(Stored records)

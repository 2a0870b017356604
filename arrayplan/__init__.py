"""arrayplan: plan, filter, measure and verify the channels of loudspeaker and microphone arrays.

Planning
    :func:`load_rig`, :class:`Rig` — rig files and rigs.
    :class:`FrequencyAxis` — the frequency axis (Hz).
    :class:`FreeFieldKernel` — exp(-jkr)/(4 pi r) coupling with directivity and air absorption.
    :class:`Room`, :class:`RoomKernel` — a rectangular room (the ``[room]`` table) and its
    image-source coupling (J. B. Allen and D. A. Berkley, 1979).
    :class:`MeasuredKernel` — coupling from measured impulse responses.
    :class:`CouplingStack` — G of shape (n_freq, n_mic, n_spk).
    :func:`decompose`, :class:`ChannelSet` — SVD channels, counts, tracking.
    :func:`plan_rig`, :class:`Plan`, :func:`write_plan`, :func:`read_weights` — the pipeline and its files.
    :func:`paraxial_estimate` — Ls Lr / (lambda L) and As Ar / (lambda L)^2.
    :func:`channel_field` — pressure over a plane for one channel.
Simulation and files
    :func:`kernel_impulse_responses` — impulse responses (n_samples, n_mic, n_spk) of any model
    kernel (free field or room); :func:`rig_irset` — those of a rig's own kernel as an IR set;
    :func:`free_field_irset`, :class:`IRSet`, :func:`read_irset`, :func:`write_irset`.
Design studies (:mod:`arrayplan.studies`)
    :func:`capacity_study` — water-filling capacity against the SNR of the strongest channel.
    :func:`tolerance_study` — Monte Carlo of placement, gain and phase errors on the planned weights.
    :func:`study_zones` — bright and dark zones: acoustic contrast, pressure matching, the plan's channels.
    :func:`layout_problem`, :func:`choose_layout` — which N of the candidate positions to fill.
    :func:`compare_plans` — layouts side by side; capacity at a reference SNR (1 m, one speaker).
Signals, safety, hardware
    :mod:`arrayplan.signals`, :mod:`arrayplan.safety`, :mod:`arrayplan.hardware`.

Conventions: SI units (m, Hz, s, Pa); exp(-jkr) for a delay (numpy.fft.rfft
of an impulse response); singular values descending; 0-based indices in
the API, 1-based at the command line and hardware edge.
"""

import sys as _sys


def _started_as_command() -> bool:
    """True when this process is the ``arrayplan`` command (``python -m arrayplan`` or the script)."""
    orig = list(getattr(_sys, "orig_argv", []))
    as_module = any(a == "-m" and b == "arrayplan" for a, b in zip(orig, orig[1:]))
    script = bool(_sys.argv) and _sys.argv[0].replace("\\", "/").rsplit("/", 1)[-1] in ("arrayplan", "arrayplan.exe")
    return as_module or script


if _started_as_command():
    # Ctrl-C before the command line's own handling is in place (while modules load): one line, status 130,
    # no traceback.  arrayplan.cli.main puts Python's usual KeyboardInterrupt back once it runs.
    import os as _os
    import signal as _signal

    def _quiet_interrupt(signum, frame):  # pragma: no cover - exercised in a child process
        _os.write(2, b"arrayplan: interrupted\n")
        _os._exit(130)

    _signal.signal(_signal.SIGINT, _quiet_interrupt)

from ._version import __version__  # noqa: E402
from .errors import ArrayplanError, InputError  # noqa: E402

#: Public names imported on first use (PEP 562), so that ``import arrayplan`` and the command line's
#: help and version output stay light: numpy and scipy load only when a name below is used.
_LAZY = {
    "ChannelSet": ".channels.svd", "decompose": ".channels.svd", "CouplingStack": ".kernels.coupling",
    "channel_field": ".channels.field", "FrequencyAxis": ".frequency", "paraxial_estimate": ".channels.heuristics",
    "IRSet": ".formats.irset", "read_irset": ".formats.irset", "write_irset": ".formats.irset", "FreeFieldKernel": ".kernels",
    "read_weights": ".formats.plan_folder", "write_plan": ".formats.plan_folder", "Plan": ".channels.planning", "plan_rig": ".channels.planning",
    "Rig": ".rig", "load_rig": ".rig", "free_field_irset": ".kernels.model_irs",
    "MeasuredKernel": ".kernels", "RoomKernel": ".kernels", "Room": ".rig.room",
    "kernel_impulse_responses": ".kernels.model_irs", "rig_irset": ".kernels.model_irs",
    "capacity_study": ".studies.capacity", "compare_plans": ".studies.compare",
    "choose_layout": ".studies.layout", "layout_problem": ".studies.layout",
    "tolerance_study": ".studies.tolerance", "study_zones": ".studies.zones",
}


def __getattr__(name: str):
    if name in _LAZY:
        import importlib

        value = getattr(importlib.import_module(_LAZY[name], __name__), name)
        globals()[name] = value
        return value
    raise AttributeError(f"module 'arrayplan' has no attribute {name!r}")


def __dir__() -> list[str]:
    return sorted(set(globals()) | set(_LAZY))


__all__ = ["__version__", "ArrayplanError", "InputError", "ChannelSet", "decompose", "CouplingStack",
           "channel_field", "FrequencyAxis", "paraxial_estimate", "IRSet", "read_irset", "write_irset",
           "FreeFieldKernel", "read_weights", "write_plan", "Plan", "plan_rig", "Rig", "load_rig",
           "free_field_irset", "MeasuredKernel", "RoomKernel", "Room", "kernel_impulse_responses", "rig_irset",
           "capacity_study", "tolerance_study", "study_zones", "layout_problem", "choose_layout", "compare_plans"]
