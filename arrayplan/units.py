"""Acoustic and electrical level conversions: dB SPL <-> Pa, dBu -> V, microphone sensitivity.

Notes
-----
dB SPL is re 20 µPa (RMS, or peak for a peak level); 0 dBu is sqrt(0.6) V RMS
(1 mW into 600 ohm); sensitivity in dB re 1 V/Pa is ``20 log10(mV/Pa / 1000)``.
Digital levels (dBFS) are in :mod:`arrayplan.signals.levels`.
"""

from __future__ import annotations

import math

import numpy as np

__all__ = ["P_REF_PA", "DBU_REFERENCE_VRMS", "spl_from_pressure", "pressure_from_spl", "dbu_to_vrms",
           "sensitivity_db_re_1v_per_pa"]

#: Reference sound pressure in air, Pa (20 µPa; 1 Pa = 93.98 dB SPL).
P_REF_PA = 20e-6
#: 0 dBu in volts RMS: sqrt(0.6) (1 mW into 600 ohm).
DBU_REFERENCE_VRMS = math.sqrt(0.6)


def spl_from_pressure(p_pa: float | np.ndarray) -> float | np.ndarray:
    """Sound pressure level in dB re 20 µPa of an RMS (or peak) pressure.

    Parameters
    ----------
    p_pa : float or ndarray
        Pressure, Pa; 0 gives -inf.

    Returns
    -------
    float or ndarray
        Level, dB SPL, same shape as `p_pa`.
    """
    with np.errstate(divide="ignore"):
        return 20.0 * np.log10(np.asarray(p_pa, dtype=float) / P_REF_PA)


def pressure_from_spl(spl_db: float | np.ndarray) -> float | np.ndarray:
    """Pressure of a sound pressure level in dB re 20 µPa (94 dB -> 1.002 Pa).

    Parameters
    ----------
    spl_db : float or ndarray
        Level, dB SPL.

    Returns
    -------
    float or ndarray
        Pressure, Pa, same shape as `spl_db`.
    """
    return P_REF_PA * 10.0 ** (np.asarray(spl_db, dtype=float) / 20.0)


def dbu_to_vrms(level_dbu: float) -> float:
    """Volts RMS of a level in dBu (+4 dBu -> 1.228 V).

    Parameters
    ----------
    level_dbu : float
        Level, dBu.

    Returns
    -------
    float
        Voltage, V RMS.
    """
    return DBU_REFERENCE_VRMS * 10.0 ** (level_dbu / 20.0)


def sensitivity_db_re_1v_per_pa(mv_per_pa: float) -> float:
    """Microphone sensitivity in dB re 1 V/Pa: ``20 log10(mV/Pa / 1000)``.

    Parameters
    ----------
    mv_per_pa : float
        Sensitivity, mV/Pa (above 0).

    Returns
    -------
    float
        Sensitivity, dB re 1 V/Pa.
    """
    return 20.0 * math.log10(mv_per_pa / 1000.0)
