"""Verification: how well planned channels hold up on the measured rig.

Given a plan's weights and a kernel of the real rig (normally a
:class:`~arrayplan.kernels.measured.MeasuredKernel`), the realised channel
matrix at each planned frequency is ``C = combine^T G_measured drive``,
shape (n_freq, n_chan, n_chan); row i is the output of channel i's combine
weights, column j the input driven with channel j's drive weights.  For a
perfect rig C = diag(planned singular values).

Per wanted channel j and frequency:

* gain against plan, ``20 log10(|C_jj| / s_j)`` dB (meaningful in absolute
  terms only when the IR set is calibrated in the plan's units; otherwise
  compare channels with each other);
* worst crosstalk, ``20 log10(max_i |C_ij| or |C_ji|, i != j, i wanted / |C_jj|)``
  dB re the diagonal (leakage both into and out of channel j, among the
  wanted channels only, since only those are driven);
* isolation = -worst crosstalk; the channel is *lost* at that frequency
  when the isolation is below the threshold.  A channel passes when it is
  never lost.

The measured G is also decomposed afresh (re-plan); the summary compares
its singular values with the planned ones and gives the principal
(subspace) angles between the planned and re-planned drive subspaces of
the strong channels (scipy.linalg.subspace_angles).
"""

from __future__ import annotations

from dataclasses import dataclass

import numpy as np
from scipy.linalg import subspace_angles

from .channels import decompose_stack
from .coupling import Kernel
from .errors import InputError
from .plan_files import PlanWeights

__all__ = ["Verification", "verify_plan", "align_kernel_names"]


@dataclass(frozen=True)
class Verification:
    """The verdict on a plan against a measured rig.

    Attributes
    ----------
    hz : ndarray, shape (n_freq,)
        Planned frequencies, Hz.
    channels : ndarray of int, shape (n_want,)
        Wanted channels, 0-based.
    channel_matrix : ndarray, complex, shape (n_freq, n_chan, n_chan)
        ``combine^T G_measured drive`` over all planned channels.
    planned_sv, measured_sv : ndarray, shape (n_freq, n_chan)
        Planned singular values and those of the measured G.
    gain_db, crosstalk_db : ndarray, shape (n_freq, n_want)
        Gain against plan and worst crosstalk re the diagonal, dB.
    lost : ndarray of bool, shape (n_freq, n_want)
    strong_planned, strong_measured : ndarray of int, shape (n_freq,)
        Channels within `threshold_db` of the strongest.
    max_angle_deg : ndarray, shape (n_freq,)
        Largest principal angle between planned and re-planned drive
        subspaces of the strong planned channels, degrees.
    isolation_db, threshold_db : float
    """

    hz: np.ndarray
    channels: np.ndarray
    channel_matrix: np.ndarray
    planned_sv: np.ndarray
    measured_sv: np.ndarray
    gain_db: np.ndarray
    crosstalk_db: np.ndarray
    lost: np.ndarray
    strong_planned: np.ndarray
    strong_measured: np.ndarray
    max_angle_deg: np.ndarray
    isolation_db: float
    threshold_db: float

    @property
    def passed(self) -> np.ndarray:
        """Per wanted channel: never lost at any planned frequency, shape (n_want,)."""
        return ~np.any(self.lost, axis=0)


class _Reordered:
    """A kernel whose speakers and mics are put in another order."""

    def __init__(self, kernel: Kernel, spk_idx: list[int], mic_idx: list[int]) -> None:
        self._k, self._s, self._m = kernel, spk_idx, mic_idx
        self.speaker_names = tuple(kernel.speaker_names[i] for i in spk_idx)
        self.mic_names = tuple(kernel.mic_names[i] for i in mic_idx)

    def evaluate(self, hz: np.ndarray) -> np.ndarray:
        return self._k.evaluate(hz)[:, self._m][:, :, self._s]


def align_kernel_names(weights: PlanWeights, kernel: Kernel, *, plan_source: str | None = None,
                       measured_source: str | None = None) -> Kernel:
    """Return `kernel` with its elements in the plan's order, or raise InputError naming the mismatch."""
    out_idx = {}
    for kind, planned, measured in (("speakers", weights.speaker_names, kernel.speaker_names),
                                    ("microphones", weights.mic_names, kernel.mic_names)):
        planned, measured = list(planned), list(measured)
        missing = [n for n in planned if n not in measured]
        extra = [n for n in measured if n not in planned]
        if missing or extra or len(planned) != len(measured):
            what = []
            if missing:
                what.append(f"planned but not measured: {', '.join(missing)}")
            if extra:
                what.append(f"measured but not planned: {', '.join(extra)}")
            raise InputError(f"{kind} differ: plan has {len(planned)}, IR set has {len(measured)}"
                             + (f" ({'; '.join(what)})" if what else ""), source=measured_source,
                             field=kind, fix=f"measure the rig planned in {plan_source or 'the plan'}, "
                                             "with the same element names")
        out_idx[kind] = [measured.index(n) for n in planned]
    if out_idx["speakers"] == list(range(len(out_idx["speakers"]))) and \
            out_idx["microphones"] == list(range(len(out_idx["microphones"]))):
        return kernel
    return _Reordered(kernel, out_idx["speakers"], out_idx["microphones"])


def _db(x: np.ndarray) -> np.ndarray:
    with np.errstate(divide="ignore", invalid="ignore"):
        return 20.0 * np.log10(x)


def verify_plan(weights: PlanWeights, kernel: Kernel, *, isolation_db: float = 20.0,
                channels: list[int] | None = None, threshold_db: float | None = None,
                plan_source: str | None = None, measured_source: str | None = None) -> Verification:
    """Verify the planned channels against the rig described by `kernel`.

    Parameters
    ----------
    weights : PlanWeights
        From :func:`arrayplan.plan_files.read_weights`.
    kernel : Kernel
        The measured rig; element names must match the plan's (any order).
    isolation_db : float
        A channel is lost where its isolation is below this, dB.
    channels : list of int, optional
        Wanted channels, 0-based (default all planned channels).
    threshold_db : float, optional
        Strong-channel threshold for the subspace comparison, dB (default:
        the plan's, else 3).
    plan_source, measured_source : str, optional
        Names used in error messages.

    Returns
    -------
    Verification
    """
    kernel = align_kernel_names(weights, kernel, plan_source=plan_source, measured_source=measured_source)
    n_chan = weights.drive.shape[2]
    want = np.arange(n_chan) if channels is None else np.asarray(sorted(set(channels)), dtype=int)
    if want.size == 0 or want.min() < 0 or want.max() >= n_chan:
        raise InputError(f"channels must lie in 1..{n_chan}", source="--channels")
    if threshold_db is None:
        threshold_db = float(weights.sidecar.get("threshold_db", 3.0)) if isinstance(weights.sidecar, dict) else 3.0
    hz = weights.axis.hz
    g = kernel.evaluate(hz)                                         # (n_freq, n_mic, n_spk)
    c = np.einsum("fmi,fms,fsj->fij", weights.combine, g, weights.drive)
    s_meas, drive_meas, _ = decompose_stack(g)
    sub = np.abs(c[:, want][:, :, want])                            # (n_freq, n_want, n_want)
    diag = np.diagonal(sub, axis1=1, axis2=2)
    off = sub.copy()
    idx = np.arange(want.size)
    off[:, idx, idx] = 0.0
    worst = np.maximum(off.max(axis=1), off.max(axis=2)) if want.size > 1 else np.zeros_like(diag)
    with np.errstate(divide="ignore", invalid="ignore"):
        crosstalk = _db(worst / diag)
        gain = _db(diag / weights.singular_values[:, want])
    crosstalk = np.where(diag > 0, crosstalk, np.inf)
    lost = ~(-crosstalk >= isolation_db)
    level = _db(weights.singular_values / weights.singular_values[:, :1])
    strong_p = np.sum(level >= -abs(threshold_db) - 1e-12, axis=1)
    strong_m = np.sum(_db(s_meas / s_meas[:, :1]) >= -abs(threshold_db) - 1e-12, axis=1)
    angles = np.empty(len(hz))
    for f in range(len(hz)):
        k = int(strong_p[f])
        # the re-planned subspace of the same dimension, strongest first
        angles[f] = np.degrees(np.max(subspace_angles(weights.drive[f][:, :k], drive_meas[f][:, :k])))
    return Verification(hz, want, c, weights.singular_values, s_meas, gain, crosstalk, lost, strong_p, strong_m,
                        angles, float(isolation_db), float(threshold_db))
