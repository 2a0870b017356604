"""Exceptions raised by arrayplan.

Every problem caused by the user's input (a rig file, an argument, an
impulse-response set, a device) is an :class:`InputError`.  Its message is a
single line that names the file and the field and says how to fix it; the
command-line interface prints that line and exits with status 2.
"""

from __future__ import annotations

__all__ = ["ArrayplanError", "InputError", "DeviceError"]


class ArrayplanError(Exception):
    """Base class of every exception arrayplan raises on purpose."""


class InputError(ArrayplanError, ValueError):
    """Bad user input: a malformed file, a wrong value, a missing field.

    Parameters
    ----------
    problem : str
        What is wrong, quoting the bad value where that helps.
    source : str, optional
        The file (or the parameter, which a command shows as its own option) the bad value came from.
    field : str, optional
        Where inside the source, for example ``"speakers[2].position"``.
    fix : str, optional
        How to put it right.
    """

    def __init__(self, problem: str, *, source: str | None = None,
                 field: str | None = None, fix: str | None = None) -> None:
        self.problem = problem
        self.source = source
        self.field = field
        self.fix = fix
        super().__init__(self.one_line())

    def one_line(self) -> str:
        """The message as one line: ``source: field: problem (fix: ...)``.

        Returns
        -------
        str
            Source and field only where set.
        """
        parts = [p for p in (self.source, self.field) if p]
        text = ": ".join(parts + [self.problem])
        if self.fix:
            text += f" (fix: {self.fix})"
        return " ".join(text.split())


class DeviceError(InputError):
    """An audio device is missing, ambiguous or cannot do what was asked."""
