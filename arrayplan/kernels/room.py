"""Room kernel: the frequency-domain image-source sum of a rectangular room.

G[f, m, s] = sum over images i of  B_i(f) D_s,i D_m,i exp(-j k r_ims) / (4 pi r_ims)

after J. B. Allen and D. A. Berkley, "Image method for efficiently
simulating small-room acoustics", JASA 65(4), 1979.  Each image of speaker
``s`` is a point source; ``r_ims`` is its distance to microphone ``m``;
``B_i(f)`` is the product of the reflection coefficients beta = sqrt(1 - alpha)
of the walls the path met.  The sum is exact at every frequency (no
fractional-delay filter), so it needs no sampling rate.

Notes
-----
Images: per axis, image index u has the coordinate u L + x (u even) or
(u + 1) L - x (u odd) and meets |floor(u / 2)| times the wall at 0 and
|floor((u + 1) / 2)| times the wall at L.  Images with
|ux| + |uy| + |uz| <= N are kept: (2N+1)(2N^2+2N+3)/3 of them.  Images
through an open side (absorption 1 in every band) are dropped before any
sum, so a room with every side open is the free field exactly.

Directivity: the speaker's gain is taken in the direction the path leaves
the real speaker, which is the direction from the image to the microphone
with the image's axis mirrored in every axis of odd u; the microphone's
gain in the direction the path arrives from.  Air absorption (ISO 9613-1,
when the medium asks for it) acts on each path's length.  Sign convention
exp(-j k r), unit 1/m, as :mod:`arrayplan.kernels.freefield`.

Reflection is specular and its coefficient real and independent of the
angle of incidence; the walls are the six planes of a rectangular box.

Evaluation: each phasor exp(-j k r) comes from a table of 4096 angles turned
by short polynomials (within a few ulp of numpy's cos and sin, about five
times faster); on an evenly spaced frequency grid, where the weights do
not depend on frequency, the phasors of one frequency are those of the last
times exp(-j dk r), evaluated afresh every 64 steps.
"""

from __future__ import annotations

from typing import Iterator

import numpy as np

from ..rig.directivity import Directivity
from ..errors import InputError
from ..rig.medium import Medium
from ..rig import ElementSet, Rig
from ..rig.room import Room
from ._trig import _PIECE, _CosSin, _cos_sin_of

__all__ = ["RoomKernel", "image_lattice"]

#: Geometry of this many image paths (images x mics x speakers) or fewer is kept between calls.
_CACHE_PATHS = 4_000_000
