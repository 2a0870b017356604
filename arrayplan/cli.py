"""The ``arrayplan`` command line: one sub-command per module in :mod:`arrayplan.commands`.

Each command module defines ``register(subparsers)``, which adds its parser
and sets ``run=<function(args) -> int>`` as a default.  Errors caused by the
user's input are printed as one line and give exit status 2; no traceback.
"""

from __future__ import annotations

import argparse
import importlib
import os
import sys
from typing import Sequence

from ._version import __version__
from .errors import ArrayplanError

__all__ = ["main", "build_parser"]

#: Command modules, in the order they are listed in ``arrayplan --help``: the order of the work.
COMMAND_MODULES = (
    "arrayplan.commands.new_rig",
    "arrayplan.commands.check_rig",
    "arrayplan.commands.plan",
    "arrayplan.commands.field",
    "arrayplan.commands.filters",
    "arrayplan.commands.signals",
    "arrayplan.commands.devices",
    "arrayplan.commands.calibrate",
    "arrayplan.commands.measure",
    "arrayplan.commands.deconvolve",
    "arrayplan.commands.irset",
    "arrayplan.commands.verify",
    "arrayplan.commands.study",
    "arrayplan.commands.compare",
    "arrayplan.commands.report",
)


_FIRST_RUN = """\
The commands are listed in the order of the work.  A first run:
  arrayplan new-rig --list                        the starter layouts
  arrayplan new-rig facing-lines --out rig.toml   a commented rig file to edit
  arrayplan check-rig rig.toml                    every problem, in plain words
  arrayplan plan rig.toml --out project/plan      channels, weights, figures
  arrayplan report project                        one HTML page of it all
Every step on the demo rig, measurement simulated: bash demos/workshop-link/walkthrough.sh
Measuring plays loud signals through real loudspeakers: read the caution 'measure' prints."""


class _OneLineParser(argparse.ArgumentParser):
    """An ArgumentParser whose usage errors are a single line, exit status 2."""

    def error(self, message: str) -> None:  # type: ignore[override]
        self.exit(2, f"{self.prog}: error: {message} (see '{self.prog} --help')\n")


def build_parser() -> argparse.ArgumentParser:
    """The top-level parser with every sub-command registered."""
    parser = _OneLineParser(
        prog="arrayplan",
        description="Plan the independent channels of loudspeaker and microphone arrays, "
                    "turn them into filters and test signals, measure the rig, verify the plan.",
        formatter_class=argparse.RawDescriptionHelpFormatter,
        epilog=_FIRST_RUN,
    )
    parser.add_argument("--version", action="version", version=f"arrayplan {__version__}")
    sub = parser.add_subparsers(dest="command", metavar="COMMAND", parser_class=_OneLineParser)
    sub.required = True
    for name in COMMAND_MODULES:
        importlib.import_module(name).register(sub)
    return parser


def main(argv: Sequence[str] | None = None) -> int:
    """Run the command line with `argv` (default ``sys.argv[1:]``); return the exit status."""
    parser = build_parser()
    args = parser.parse_args(argv)
    try:
        status = int(args.run(args) or 0)
        sys.stdout.flush()                   # a closed pipe shows up here, not at interpreter exit
        return status
    except ArrayplanError as exc:
        text = exc.one_line() if hasattr(exc, "one_line") else " ".join(str(exc).split())
        print(f"arrayplan {args.command}: error: {text}", file=sys.stderr)
        return 2
    except KeyboardInterrupt:
        print(f"arrayplan {args.command}: interrupted", file=sys.stderr)
        return 130
    except BrokenPipeError:
        # stdout went to a reader that stopped early (| head): not an error of ours; silence the
        # interpreter's flush at exit (Python documentation, "Note on SIGPIPE", signal module)
        devnull = os.open(os.devnull, os.O_WRONLY)
        os.dup2(devnull, sys.stdout.fileno())
        return 141


if __name__ == "__main__":  # pragma: no cover
    sys.exit(main())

[Aim of the task]
Reply with the lines from the first line of the entries through the line that contains "frequency axis (Hz).", repeated exactly with both ends kept, and with nothing else.

[Reply]
repository 2a0870b017356604
filename arrayplan/__init__.py
"""arrayplan: plan, filter, measure and verify the channels of loudspeaker and microphone arrays.

Planning
    :func:`load_rig`, :class:`Rig` — rig files and rigs.
    :class:`FrequencyAxis` — the frequency axis (Hz).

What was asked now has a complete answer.